# NEW - Alpin mini backpack



## Tina_Bina

Hey everyone, I’m super excited to share the new Alpin mini backpack! I love love love backpacks and always thought the Alpin was too big for me (I’m 5’2’’)

I also compared it to my Chanel mini urban spirit


----------



## Tina_Bina

More pics


----------



## cherylc

ohhh this is super cute! i've been waiting for goyard to make a mini backpack, thanks for comparing to the urban spirit as i have one as well and it's one of my fav bags.


----------



## MahaM

Tina_Bina said:


> Hey everyone, I’m super excited to share the new Alpin mini backpack! I love love love backpacks and always thought the Alpin was too big for me (I’m 5’2’’)
> 
> I also compared it to my Chanel mini urban spirit


It's a lovely bag...
Congratulations...and enjoy using it!

Later, if you can can tell us what fits in it...it's appreciated. Thanks


----------



## Stregahorn

I bought the navy one in Paris last Friday.  No photos until I get home, but I really like the look of it.  It is very versatile.


----------



## hja

Congrats! It is a beauty!


----------



## pinguwork425

Hi there, is this color the grey or black? it a little hard to tell in the photos. Do you know the price for black/brown colors? Thank you!


----------



## Anothai

very lovely!

wondering if the leather flap/trim/strap is with good quality and not that much easy to be scratched?
when i first saw in the website i was thinking this would be as the leather trim/strap of most LV Men Canvas bags which are very sensitive and delicate. But your review showed little tiny grains on the flap which in my opinion and from my guess wiuld be stiff and durable.


----------



## BalLVLover

pinguwork425 said:


> Hi there, is this color the grey or black? it a little hard to tell in the photos. Do you know the price for black/brown colors? Thank you!


$3255 in the US


----------



## Tina_Bina

Anothai said:


> very lovely!
> 
> wondering if the leather flap/trim/strap is with good quality and not that much easy to be scratched?
> when i first saw in the website i was thinking this would be as the leather trim/strap of most LV Men Canvas bags which are very sensitive and delicate. But your review showed little tiny grains on the flap which in my opinion and from my guess wiuld be stiff and durable.

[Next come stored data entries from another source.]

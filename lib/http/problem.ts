import { ZodError } from "zod";
import { AppError, STATUS_OF, type ErrorCode } from "@/lib/errors";
import { log } from "@/lib/log";

const TITLES: Record<ErrorCode, string> = {
  unauthenticated: "Sign in first",
  forbidden: "Not allowed",
  not_found: "Not found",
  conflict: "Conflict",
  gone: "No longer there",
  too_large: "Too large",
  invalid: "Not valid",
  rate_limited: "Too many requests",
  payment_failed: "Payment failed",
  upstream: "A service behind this one failed",
};

export type Problem = {
  type: string;
  title: string;
  status: number;
  detail: string;
  errors?: { pointer: string; detail: string }[];
  requestId?: string;
};

/** The RFC 9457 problem details of any error. A bug is logged whole under the id that the answer carries. */
export function toProblem(error: unknown): Problem {
  if (error instanceof ZodError) {
    return {
      type: "/problems/invalid",
      title: TITLES.invalid,
      status: 422,
      detail: error.issues[0]?.message ?? "The request is not valid.",
      errors: error.issues.map((issue) => ({ pointer: `/${issue.path.join("/")}`, detail: issue.message })),
    };
  }
  if (error instanceof AppError) {
    const fields = Object.entries(error.fields);
    return {
      type: `/problems/${error.code.replaceAll("_", "-")}`,
      title: TITLES[error.code],
      status: STATUS_OF[error.code],
      detail: error.message,
      ...(fields.length > 0 && { errors: fields.map(([name, detail]) => ({ pointer: `/${name}`, detail })) }),
    };
  }
  const requestId = crypto.randomUUID();
  log().error({ err: error, requestId }, "unexpected error");
  return {
    type: "/problems/bug",
    title: "Something broke on our side",
    status: 500,
    detail: `It has been noted. Quote ${requestId} if you write to us.`,
    requestId,
  };
}

export function problemResponse(error: unknown): Response {
  const problem = toProblem(error);
  return Response.json(problem, {
    status: problem.status,
    headers: { "content-type": "application/problem+json", "cache-control": "no-store" },
  });
}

It’s been my workhorse bag since I got it, and I’ve held the bag open by the thin leather flap (oops) and it still looks like the day I got it! I certainly don’t throw my bags around and I try to baby them a bit, but the quality is there! I feel it in the handle too!


----------



## Tina_Bina

pinguwork425 said:


> Hi there, is this color the grey or black? it a little hard to tell in the photos. Do you know the price for black/brown colors? Thank you!


 
The first pic I took in the store were red and navy! I purchased the gray one


----------



## pinguwork425

BalLVLover said:


> $3255 in the US


wow! $1000 difference between black and special color!


----------



## lxrac

Tina_Bina said:


> Hey everyone, I’m super excited to share the new Alpin mini backpack! I love love love backpacks and always thought the Alpin was too big for me (I’m 5’2’’)
> 
> I also compared it to my Chanel mini urban spirit



Hold up hold up! That is the cutest backpack!! You see this is why I should stop reading posts, Im in ban island. And my heart skipped a bit when I saw this mini backpack. I wanna cry can I cry?


----------



## lotusflowerbaum

Tina_Bina said:


> Hey everyone, I’m super excited to share the new Alpin mini backpack! I love love love backpacks and always thought the Alpin was too big for me (I’m 5’2’’)
> 
> how much fits inside? It’s so nice
> 
> I also compared it to my Chanel mini urban spirit


----------



## Stregahorn

pinguwork425 said:


> wow! $1000 difference between black and special color!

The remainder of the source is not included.